**PROBLEM REQUIREMENTS**
Whenever a line of the entries below holds the string "mendedWord", copy that line and return it.
--- PROVIDED INFORMATION Enclosed Below ---
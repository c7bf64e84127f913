import { betraysMicro, mendUnit, microFor } from './bent-units.ts';
import { mendSign, printsTolerances } from './bent-signs.ts';
import { mendDesignator } from './designators.ts';
import { type Mended, type Near, type PageHabit, applied } from './mended.ts';
import type { ReadingWord } from './reading.ts';

/** Mends what cannot have been printed, by the grammar of units; `raw` keeps what the engine wrote. */
export function repairWords(read: readonly ReadingWord[]): ReadingWord[] {
  const words = withoutStrayQuotes(read);
  const habit = habitOf(words);
  const mended: ReadingWord[] = [];
  words.forEach((word, index) => {
    const near = { before: mended[index - 1], next: words[index + 1] };
    mended.push(applied(word, withPicture(word, near, habit)));
  });
  return mended;
}

/** `(470`, `.01`, `3/4`: what a number before its unit looks like, with a bracket or a sign in front. */
const number = /^[("']*[±+*£#-]?(?:\d[\d.,:]*(?:\/\d+)?|\.\d+)$/;
const isNumber = (word: ReadingWord | undefined): boolean => word !== undefined && number.test(word.text);
/** A word in its parts: a number that may be glued to it, the letters, and what closes it. */
const parts = /^([("']*[±+*£#-]?(?:\d[\d.,]*|\.\d+)?-?)([A-Za-z¢µ/]+)([).,;:]*)$/;

function habitOf(words: readonly ReadingWord[]): PageHabit {
  const units = words.flatMap((word, index) => {
    const [, glued = '', letters = ''] = parts.exec(word.text) ?? [];
    return letters !== '' && (/\d/.test(glued) || isNumber(words[index - 1])) ? [letters] : [];
  });
  const printsPeriodUnits = units.some((unit) => /^(kc|mc|ke|me|cps|mmf|mmfd|mfd)$/.test(unit));
  return {
    printsMicro: units.some(betraysMicro) || (printsPeriodUnits && units.includes('pf')),
    printsTolerances: printsTolerances(words),
    printsPeriodUnits,
    partsUnits: partsUnitsOn(words),
  };
}

/**
 * Grammar and picture together: where both say the same there is no doubt; where the picture bears the reading out, the
 * grammar puts no ± there; where it shows another sign, that is taken, and is a guess unless the grammar says so too.
 */
function withPicture(word: ReadingWord, near: Near, habit: PageHabit): Mended | null {
  const mended = mendedWord(word, near, habit);
  const { seen } = word;
  if (seen === undefined) return mended;
  if (seen === word.text) return mended !== null && mended.text.includes('±') ? null : mended;
  if (mended?.text === seen) return { text: seen, sure: true };
  const further = mendedWord({ ...word, text: seen }, near, habit);
  return { text: further?.text ?? seen, sure: mended !== null && mended.text === further?.text };
}

function mendedWord(word: ReadingWord, near: Near, habit: PageHabit): Mended | null {
  return (
    mendedRating(word.text) ??
    mendedUnit(word, near, habit) ??
    mendSign(word.text, near, habit) ??
    mendedColon(word, near) ??
    mendedPoint(word.text) ??
    mendedNumeral(word.text, near) ??
    parted(word.text, habit) ??
    mendDesignator(word.text)
  );
}

/** A quotation is closed within so many words; a quote that is not is a speck. */
const longestQuotation = 14;

const withoutStrayQuotes = (words: readonly ReadingWord[]): ReadingWord[] =>
  words.map((word, index) => {
    const text = word.text.replace(/^["'‘’“”](?=[A-Z0-9(])/, '');
    const isClosed = words.slice(index, index + longestQuotation).some((each) => /["'’”][.,;:)]*$/.test(each.text));
    return text === word.text || isClosed ? word : applied(word, { text, sure: true });
  });

/** `vdew`: the v of the voltage and the kind of voltage run together. */
const mendedRating = (text: string): Mended | null =>
  /^(\d*)\.?v\.?d[ceo][wu]([.,;]?)$/i.test(text)
    ? {
        text: text.replace(
          /^(\d*)\.?v\.?d[ceo][wu]/i,
          (_, figure: string) => `${figure}${figure === '' ? '' : ' '}v dcw`,
        ),
        sure: false,
      }
    : null;

function mendedUnit({ text }: ReadingWord, { before }: Near, habit: PageHabit): Mended | null {
  const [, glued = '', letters = '', close = ''] = parts.exec(text) ?? [];
  if (letters === '' || !isUnitPlace({ glued, letters, close }, before)) return null;
  const value = /\d/.test(glued) ? glued : (before?.text ?? '');
  const mended = mendUnit(letters) ?? micro(letters, value, habit);
  return mended === null ? null : { text: glued + mended.text + close, sure: mended.sure };
}

type Parts = { glued: string; letters: string; close: string };

/** Letters may be a unit behind a number, behind `v` as in `400 v dcw`, and in the head of a column: `(kc)`. */
function isUnitPlace({ glued, letters, close }: Parts, before: ReadingWord | undefined): boolean {
  // A letter glued to figures is more often part of a name, as in 6AQ5 or 2N404.
  if (/\d/.test(glued)) return letters.length > 1 || letters === 'Q';
  const isInHead = glued === '(' && /^[km][e¢]$/.test(letters) && close.startsWith(')');
  return isNumber(before) || isInHead || isDirectCurrent(letters, before);
}

/** `400 v dcw`, whose last word is read as dew. */
const isDirectCurrent = (letters: string, before: ReadingWord | undefined): boolean =>
  /^d[eo]w$/.test(letters) && before !== undefined && /^v\.?$|\dv$/i.test(before.text);

/**
 * `pf` and `uf` stay what they are unless the manual prints µ, or is of the time of kc and mc, before the picofarad came
 * in; `.01 pf` is no capacitor anyone sold.
 */
function micro(letters: string, value: string, { printsMicro, printsPeriodUnits }: PageHabit): Mended | null {
  const text = microFor(letters);
  if (text === undefined) return null;
  const isFraction = /^["'(]*0?\.\d/.test(value);
  if (letters === 'pf' && isFraction) return { text, sure: true };
  const isAscii = letters.startsWith('u');
  return printsMicro || (printsPeriodUnits && !isAscii) ? { text, sure: false } : null;
}

/** A point read as a colon or doubled, in front of a unit; elsewhere it may be a ratio or a time. */
function mendedColon({ text }: ReadingWord, { next }: Near): Mended | null {
  if (!/^[(]?[+±-]?\d{1,3}[:;]\d+$/.test(text) || next === undefined) return null;
  const unit = next.text.replace(/[).,;:]+$/, '');
  const isUnit = /^[kKMmµpu]?(c|v|a|h|f|w|Ω|Q|meg|volts?)$/.test(unit) || mendUnit(unit) !== null;
  return isUnit ? { text: text.replace(/[:;]/, '.'), sure: false } : null;
}

/** `,005`: nothing but a point stands in front of a fraction. */
const mendedPoint = (text: string): Mended | null =>
  /^[("']?,\d{2,}[).,;]*$/.test(text) ? { text: text.replace(',', '.'), sure: true } : null;

/** "SECTION Ill": capitals behind such a word are a Roman numeral; and "IST" is the first of something. */
function mendedNumeral(text: string, { before }: Near): Mended | null {
  if (text === 'IST') return { text: '1ST', sure: false };
  if (before === undefined || !/^(section|chapter|part|appendix)$/i.test(before.text)) return null;
  return /^[Il1|]{2,3}$/.test(text) ? { text: 'I'.repeat(text.length), sure: true } : null;
}

/** Units that no name of a part or a section ends in, so that figures glued to them are figures. */
const partedUnits =
  /^([(±+-]?(?:\d[\d.,]*|\.\d+))(v|K|w|meg|mfd|mmf|ma|mc|kc|mv|db|ohms|volts|[µ]{1,2}[fhv])([).,;:]*)$/;

/** On a page that sets a space between figure and unit, one that is missing was lost in reading. */
function parted(text: string, { partsUnits }: PageHabit): Mended | null {
  const [, figure, unit, close = ''] = (partsUnits && partedUnits.exec(text)) || [];
  return figure === undefined ? null : { text: `${figure} ${unit}${close}`, sure: true };
}

const fewestParted = 5;
const leastPartedShare = 0.75;

function partsUnitsOn(words: readonly ReadingWord[]): boolean {
  const glued = words.filter(({ text }) => partedUnits.test(text)).length;
  const apart = words.filter(({ text }, index) => isNumber(words[index - 1]) && partedUnits.test(`1${text}`)).length;
  return apart >= fewestParted && apart >= (apart + glued) * leastPartedShare;
}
--- End of Enclosed PROVIDED INFORMATION ---
**TASK SOLUTION**
  const mended = mendedWord(word, near, habit);
  const further = mendedWord({ ...word, text: seen }, near, habit);
function mendedWord(word: ReadingWord, near: Near, habit: PageHabit): Mended | null {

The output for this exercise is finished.